Hallo from Toronto.I was happy to come across this article.I have small trimers in my right hand.What makes hand move normaly and why is it shacking at the times by itself.And why not both arms??Recently I have been thinking a lot about muvement operating system in our body and how it works normaly and what hapens when it is not normal like Parkinson shaking.I love theories about Stem cells.I never hear anyone talking about electrical power in our body or electronics in our body or how many neuroscientistc know about electric power or what is a waltage in us.And if Myelin sheet gets damaged can the electricity make a short???And how Stem cels enter bone for procesing to cells???Please contact me.Thank you.

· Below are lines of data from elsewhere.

TEST_F(NightFileTest, ValidityFlagsMustBeZeroOrOne) {
  const fs::path good = good_file();
  const std::string message = break_and_read(good, path("broken.h5"), [](hid_t file) {
    H5Handle dataset{H5Dopen2(file, "/radiometer/valid", H5P_DEFAULT), H5Dclose};
    std::vector<std::uint8_t> valid(3 * 200);
    ASSERT_GE(H5Dread(dataset.id, H5T_NATIVE_UINT8, H5S_ALL, H5S_ALL, H5P_DEFAULT, valid.data()),
              0);
    valid[200 + 17] = 2;
    ASSERT_GE(H5Dwrite(dataset.id, H5T_NATIVE_UINT8, H5S_ALL, H5S_ALL, H5P_DEFAULT, valid.data()),
              0);
  });
  EXPECT_NE(message.find("/radiometer/valid = 2 at [1, 17] is not 0 or 1"), std::string::npos)
      << message;
}

TEST_F(NightFileTest, BrightnessMustBeFiniteWhereValid) {
  Night night = make_night(2, 20, 3);
  night.radiometer.valid[20 + 5] = 1;
  night.radiometer.brightness_k[(20 + 5) * 3 + 2] = std::numeric_limits<double>::quiet_NaN();
  const std::string message = invalid_input_message([&] { write_night(night, path("bad.h5")); });
  EXPECT_NE(message.find("/radiometer/brightness_k is not finite at [1, 5, 2] (value nan) where "
                         "/radiometer/valid is 1"),
            std::string::npos)
      << message;
}

TEST_F(NightFileTest, ChannelTableMustBeAValidRadiometer) {
  Night night = make_night(2, 20, 2);
  night.radiometer.config.channels[1].bandwidth_ghz = -1.0;
  EXPECT_NE(invalid_input_message([&] {
              write_night(night, path("bad.h5"));
            }).find("/radiometer/channels/bandwidth_ghz[1] = -1 GHz must be finite and positive"),
            std::string::npos);
  // Channel 1 moved onto the lower sideband of channel 0: the two bands overlap.
  night.radiometer.config.channels[1] = night.radiometer.config.channels[0];
  night.radiometer.config.channels[1].name = "copy";
  const std::string message = invalid_input_message([&] { write_night(night, path("bad.h5")); });
  EXPECT_NE(message.find("/radiometer/channels is not a valid radiometer: "), std::string::npos)
      << message;
  EXPECT_NE(message.find("overlaps"), std::string::npos) << message;
  EXPECT_TRUE(listing().empty());
}

TEST_F(NightFileTest, TruncatedFileIsInvalidInput) {
  const fs::path good = good_file();
  const std::string bytes = file_bytes(good);
  for (const std::size_t size : {std::size_t{0}, std::size_t{7}, std::size_t{100},
                                 std::size_t{2000}, bytes.size() / 2, bytes.size() - 1}) {
    const fs::path truncated = path("truncated.h5");
    {
      std::ofstream out(truncated, std::ios::binary | std::ios::trunc);
      out.write(bytes.data(), static_cast<std::streamsize>(size));
    }
    const std::string message = invalid_input_message([&] { read_night(truncated); });
    EXPECT_NE(message.find("truncated.h5: "), std::string::npos)
        << "size " << size << ": " << message;
  }
}

TEST_F(NightFileTest, NotAnHdf5FileIsInvalidInput) {
  const fs::path text = path("notes.h5");
  std::ofstream(text) << "this is a text file, not a night\n";
  const std::string message = invalid_input_message([&] { read_night(text); });
  EXPECT_NE(message.find("notes.h5: not an HDF5 file"), std::string::npos) << message;
  const std::string missing = invalid_input_message([&] { read_night(path("absent.h5")); });
  EXPECT_NE(missing.find("absent.h5: no such file"), std::string::npos) << missing;
}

Hi Marijan, Thanks for the comment. And lot of the reason for one hand being affected is due to the disease progression of PD within the brain. Often it is affecting certain motor coordination circuits, leading to one side being affected predominantly. In terms of electrical activity of neurons, there are many great researchers at the MNI looking at the connections and firing within the circuits of our brains, and how are brains fire is something we need to get better grasp on. For myelin damage, its more common to observe simply impaired firing and neuronal loss if the firing is prevented from severe damage. In terms of bone, the stem cell part is simply cells that exist to constantly replace and turnover bone. The exact mechanisms of stem cells in bone processing is quite complex and I am far from an expert in it. Hope this helps your questions.
Good day,
I expect that I am incorrect with this idea, but I am wondering if brain neurons would be an option for you to use in your research if they are provided to you following brain surgery, and the patient agrees.
Thank you
Tom
Hi Tom, Yes completely agree, human neurons from the brain would be ideal much like in cancer where to study the human disease we can obtain cells from every patient biopsy, but getting neurons from the brain of a person comes with challenges. Often access to material is severely limited, and the quality can vary from surgery to surgery. It also depends on why the surgery was does, as often there was an underlying condition being corrected, so for tissue to be removed, it would mean there may be some underlying problem with the neurons and associated cells. The other deterring factor is while we can get tissue, it has a finite lifespan, and can’t be expanded beyond what the starting material is. Stem cells at least alleviated a lot of these issues, we can grow a patients cells and make any cell type we want when we want, and we never have to worry about material being available. Yes it has its limitations, but it has opened up a lot of doors and possibilities that weren’t there ten years ago.
Thank you for giving this hope of treatment to the world.